Exercise requirements: Pull every line containing "interface" from the listing.
= = =
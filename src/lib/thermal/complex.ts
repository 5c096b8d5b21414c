// a tiny complex arithmetic for the periodic analysis (a handful of values per call, so plain objects are fine)

/** a complex number re + i·im */
export interface Complex {
  re: number;
  im: number;
}

export const complex = (re: number, im = 0): Complex => ({ re, im });
export const add = (a: Complex, b: Complex): Complex => ({ re: a.re + b.re, im: a.im + b.im });
export const sub = (a: Complex, b: Complex): Complex => ({ re: a.re - b.re, im: a.im - b.im });
export const mul = (a: Complex, b: Complex): Complex => ({ re: a.re * b.re - a.im * b.im, im: a.re * b.im + a.im * b.re });
export const scale = (a: Complex, s: number): Complex => ({ re: a.re * s, im: a.im * s });
export function div(a: Complex, b: Complex): Complex {
  const d = b.re * b.re + b.im * b.im;
  return { re: (a.re * b.re + a.im * b.im) / d, im: (a.im * b.re - a.re * b.im) / d };
}
export const abs = (a: Complex): number => Math.hypot(a.re, a.im);
export const arg = (a: Complex): number => Math.atan2(a.im, a.re);
export const cosh = (z: Complex): Complex => ({ re: Math.cosh(z.re) * Math.cos(z.im), im: Math.sinh(z.re) * Math.sin(z.im) });
export const sinh = (z: Complex): Complex => ({ re: Math.sinh(z.re) * Math.cos(z.im), im: Math.cosh(z.re) * Math.sin(z.im) });

/** a 2×2 complex matrix [[a, b], [c, d]] */
export interface Matrix2 {
  a: Complex;
  b: Complex;
  c: Complex;
  d: Complex;
}

export function matmul(x: Matrix2, y: Matrix2): Matrix2 {
  return {
    a: add(mul(x.a, y.a), mul(x.b, y.c)),
    b: add(mul(x.a, y.b), mul(x.b, y.d)),
    c: add(mul(x.c, y.a), mul(x.d, y.c)),
    d: add(mul(x.c, y.b), mul(x.d, y.d)),
  };
}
= = =
Task output:
export interface Complex {
export interface Matrix2 {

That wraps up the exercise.